Content starts

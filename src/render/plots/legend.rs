//! The legend strip below a figure.

use plotters::element::DashedPathElement;
use plotters::prelude::*;
use plotters::style::text_anchor::{HPos, VPos};

use super::marks::{Mark, draw_mark};
use super::palette::INK;
use super::{Area, Drawn, anchored, failed, label_width, text};

/// One entry of a legend strip.
pub(super) enum Key<'a> {
    Mark(Mark, &'a str),
    Swatch(RGBColor, &'a str),
    Line(RGBColor, bool, &'a str),
}

/// A legend in one row, left to right, on its own area below a chart.
pub(super) fn draw_legend(area: &Area, keys: &[Key]) -> Drawn {
    let style = anchored(text(13.0), HPos::Left, VPos::Center);
    let (mut x, y) = (12, 12);
    for key in keys {
        let label = match key {
            Key::Mark(mark, label) => {
                draw_mark(area, (x + 6, y), *mark)?;
                label
            }
            Key::Swatch(colour, label) => {
                let swatch = Rectangle::new([(x, y - 6), (x + 14, y + 6)], colour.filled());
                area.draw(&swatch).map_err(failed)?;
                let edge = Rectangle::new([(x, y - 6), (x + 14, y + 6)], INK.stroke_width(1));
                area.draw(&edge).map_err(failed)?;
                label
            }
            Key::Line(colour, dashed, label) => {
                let points = [(x, y), (x + 16, y)];
                if *dashed {
                    let line = DashedPathElement::new(points, 4, 3, colour.stroke_width(2));
                    area.draw(&line).map_err(failed)?;
                } else {
                    let line = PathElement::new(points.to_vec(), colour.stroke_width(2));
                    area.draw(&line).map_err(failed)?;
                }
                label
            }
        };
        area.draw_text(label, &style, (x + 20, y)).map_err(failed)?;
        x += 20 + label_width(label, 13.0) as i32 + 18;
    }
    Ok(())
}
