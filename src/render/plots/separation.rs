//! The models' separation: for each modulator and other model, one row; each mark is a
//! participant's partial R² of the modulator on the other model's modulators (mean over
//! their runs). Linear axis from 0 to 100%: near 100%, the other model predicts nearly
//! the same signal on that modulator.

use plotters::prelude::*;
use plotters::style::text_anchor::{HPos, VPos};

use super::legend::{Key, draw_legend};
use super::marks::{Mark, draw_mark};
use super::palette::{INK, MIST, STONE};
use super::{anchored, draw_svg, failed, label_width, text};
use crate::report::Report;

/// One row of the figure: its label and the participants' values.
#[derive(Debug, Clone, PartialEq)]
pub struct SeparationRow {
    pub label: String,
    pub values: Vec<f64>,
}

/// The rows, in the order of the report's separation summary.
pub fn separation_rows(report: &Report) -> Vec<SeparationRow> {
    report
        .separation_summary
        .iter()
        .map(|s| SeparationRow {
            label: format!("{} vs {}", s.regressor, s.models[1]),
            values: report
                .participant_separations
                .iter()
                .filter(|p| p.models == s.models && p.regressor == s.regressor)
                .filter_map(|p| p.partial_r2)
                .collect(),
        })
        .collect()
}

const ROW: f64 = 34.0;

pub fn separation_strip(rows: &[SeparationRow]) -> Result<String, String> {
    if rows.is_empty() {
        return Err("fewer than two models: nothing to separate".to_string());
    }
    let plot_height = rows.len() as f64 * ROW;
    let left = rows
        .iter()
        .map(|r| label_width(&r.label, 13.0))
        .max()
        .unwrap_or(60)
        .clamp(60, 360)
        + 16;
    let (width, legend, top, bottom) = (1000u32, 30u32, 16u32, 44u32);
    let height = plot_height.ceil() as u32 + top + bottom + legend;
    draw_svg((width, height), |root| {
        let (chart_area, legend_area) = root.split_vertically(height - legend);
        let mut chart = ChartBuilder::on(&chart_area)
            .margin_top(top)
            .margin_right(40)
            .x_label_area_size(bottom)
            .y_label_area_size(left)
            .build_cartesian_2d(0.0..1.0, 0.0..plot_height)
            .map_err(failed)?;
        chart
            .configure_mesh()
            .disable_y_mesh()
            .y_labels(0)
            .x_labels(11)
            .x_label_formatter(&|v| format!("{:.0}%", v * 100.0))
            .x_desc("partial R² on the other model's modulators (participant's mean over runs)")
            .light_line_style(MIST.mix(0.6))
            .bold_line_style(MIST)
            .axis_style(INK)
            .label_style(text(12.0))
            .axis_desc_style(text(13.0))
            .draw()
            .map_err(failed)?;
        let y_of = |pixels_from_top: f64| plot_height - pixels_from_top;
        for (index, row) in rows.iter().enumerate() {
            let row_top = index as f64 * ROW;
            chart
                .draw_series(LineSeries::new(
                    [(0.0, y_of(row_top)), (1.0, y_of(row_top))],
                    STONE.mix(0.35),
                ))
                .map_err(failed)?;
            let (lx, ly) = chart.backend_coord(&(0.0, y_of(row_top + ROW / 2.0)));
            root.draw_text(
                &row.label,
                &anchored(text(13.0), HPos::Right, VPos::Center),
                (lx - 8, ly),
            )
            .map_err(failed)?;
            // A small deterministic spread so that equal values stay visible.
            let spread = [0.0, -5.0, 5.0, -10.0, 10.0];
            for (k, value) in row.values.iter().enumerate() {
                let y = y_of(row_top + ROW / 2.0 + spread[k % spread.len()]);
                let at = chart.backend_coord(&(value.clamp(0.0, 1.0), y));
                draw_mark(root, at, Mark::Ok)?;
            }
        }
        draw_legend(&legend_area, &[Key::Mark(Mark::Ok, "one participant")])
    })
}

#[cfg(test)]
mod tests {
    use super::*;

    #[test]
    fn rows_are_drawn_and_nothing_to_separate_is_said() {
        assert!(separation_strip(&[]).is_err());
        let svg = separation_strip(&[SeparationRow {
            label: "a:pe vs b".into(),
            values: vec![0.2, 0.95, 0.97],
        }])
        .expect("drawn");
        assert!(svg.contains("a:pe vs b"));
    }
}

Content ends

▸ **Instructions to follow**
I'd like every record written out exactly as given.

▸ **Solution**
filename src/render/plots/legend.rs
//! The legend strip below a figure.

use plotters::element::DashedPathElement;
use plotters::prelude::*;
use plotters::style::text_anchor::{HPos, VPos};

use super::marks::{Mark, draw_mark};
use super::palette::INK;
use super::{Area, Drawn, anchored, failed, label_width, text};

/// One entry of a legend strip.
pub(super) enum Key<'a> {
    Mark(Mark, &'a str),
    Swatch(RGBColor, &'a str),
    Line(RGBColor, bool, &'a str),
}

/// A legend in one row, left to right, on its own area below a chart.
pub(super) fn draw_legend(area: &Area, keys: &[Key]) -> Drawn {
    let style = anchored(text(13.0), HPos::Left, VPos::Center);
    let (mut x, y) = (12, 12);
    for key in keys {
        let label = match key {
            Key::Mark(mark, label) => {
                draw_mark(area, (x + 6, y), *mark)?;
                label
            }
            Key::Swatch(colour, label) => {
                let swatch = Rectangle::new([(x, y - 6), (x + 14, y + 6)], colour.filled());
                area.draw(&swatch).map_err(failed)?;
                let edge = Rectangle::new([(x, y - 6), (x + 14, y + 6)], INK.stroke_width(1));
                area.draw(&edge).map_err(failed)?;
                label
            }
            Key::Line(colour, dashed, label) => {
                let points = [(x, y), (x + 16, y)];
                if *dashed {
                    let line = DashedPathElement::new(points, 4, 3, colour.stroke_width(2));
                    area.draw(&line).map_err(failed)?;
                } else {
                    let line = PathElement::new(points.to_vec(), colour.stroke_width(2));
                    area.draw(&line).map_err(failed)?;
                }
                label
            }
        };
        area.draw_text(label, &style, (x + 20, y)).map_err(failed)?;
        x += 20 + label_width(label, 13.0) as i32 + 18;
    }
    Ok(())
}
filename src/render/plots/separation.rs
//! The models' separation: for each modulator and other model, one row; each mark is a
//! participant's partial R² of the modulator on the other model's modulators (mean over
//! their runs). Linear axis from 0 to 100%: near 100%, the other model predicts nearly
//! the same signal on that modulator.

use plotters::prelude::*;
use plotters::style::text_anchor::{HPos, VPos};

use super::legend::{Key, draw_legend};
use super::marks::{Mark, draw_mark};
use super::palette::{INK, MIST, STONE};
use super::{anchored, draw_svg, failed, label_width, text};
use crate::report::Report;

/// One row of the figure: its label and the participants' values.
#[derive(Debug, Clone, PartialEq)]
pub struct SeparationRow {
    pub label: String,
    pub values: Vec<f64>,
}

/// The rows, in the order of the report's separation summary.
pub fn separation_rows(report: &Report) -> Vec<SeparationRow> {
    report
        .separation_summary
        .iter()
        .map(|s| SeparationRow {
            label: format!("{} vs {}", s.regressor, s.models[1]),
            values: report
                .participant_separations
                .iter()
                .filter(|p| p.models == s.models && p.regressor == s.regressor)
                .filter_map(|p| p.partial_r2)
                .collect(),
        })
        .collect()
}

const ROW: f64 = 34.0;

pub fn separation_strip(rows: &[SeparationRow]) -> Result<String, String> {
    if rows.is_empty() {
        return Err("fewer than two models: nothing to separate".to_string());
    }
    let plot_height = rows.len() as f64 * ROW;
    let left = rows
        .iter()
        .map(|r| label_width(&r.label, 13.0))
        .max()
        .unwrap_or(60)
        .clamp(60, 360)
        + 16;
    let (width, legend, top, bottom) = (1000u32, 30u32, 16u32, 44u32);
    let height = plot_height.ceil() as u32 + top + bottom + legend;
    draw_svg((width, height), |root| {
        let (chart_area, legend_area) = root.split_vertically(height - legend);
        let mut chart = ChartBuilder::on(&chart_area)
            .margin_top(top)
            .margin_right(40)
            .x_label_area_size(bottom)
            .y_label_area_size(left)
            .build_cartesian_2d(0.0..1.0, 0.0..plot_height)
            .map_err(failed)?;
        chart
            .configure_mesh()
            .disable_y_mesh()
            .y_labels(0)
            .x_labels(11)
            .x_label_formatter(&|v| format!("{:.0}%", v * 100.0))
            .x_desc("partial R² on the other model's modulators (participant's mean over runs)")
            .light_line_style(MIST.mix(0.6))
            .bold_line_style(MIST)
            .axis_style(INK)
            .label_style(text(12.0))
            .axis_desc_style(text(13.0))
            .draw()
            .map_err(failed)?;
        let y_of = |pixels_from_top: f64| plot_height - pixels_from_top;
        for (index, row) in rows.iter().enumerate() {
            let row_top = index as f64 * ROW;
            chart
                .draw_series(LineSeries::new(
                    [(0.0, y_of(row_top)), (1.0, y_of(row_top))],
                    STONE.mix(0.35),
                ))
                .map_err(failed)?;
            let (lx, ly) = chart.backend_coord(&(0.0, y_of(row_top + ROW / 2.0)));
            root.draw_text(
                &row.label,
                &anchored(text(13.0), HPos::Right, VPos::Center),
                (lx - 8, ly),
            )
            .map_err(failed)?;
            // A small deterministic spread so that equal values stay visible.
            let spread = [0.0, -5.0, 5.0, -10.0, 10.0];
            for (k, value) in row.values.iter().enumerate() {
                let y = y_of(row_top + ROW / 2.0 + spread[k % spread.len()]);
                let at = chart.backend_coord(&(value.clamp(0.0, 1.0), y));
                draw_mark(root, at, Mark::Ok)?;
            }
        }
        draw_legend(&legend_area, &[Key::Mark(Mark::Ok, "one participant")])
    })
}

#[cfg(test)]
mod tests {
    use super::*;

    #[test]
    fn rows_are_drawn_and_nothing_to_separate_is_said() {
        assert!(separation_strip(&[]).is_err());
        let svg = separation_strip(&[SeparationRow {
            label: "a:pe vs b".into(),
            values: vec![0.2, 0.95, 0.97],
        }])
        .expect("drawn");
        assert!(svg.contains("a:pe vs b"));
    }
}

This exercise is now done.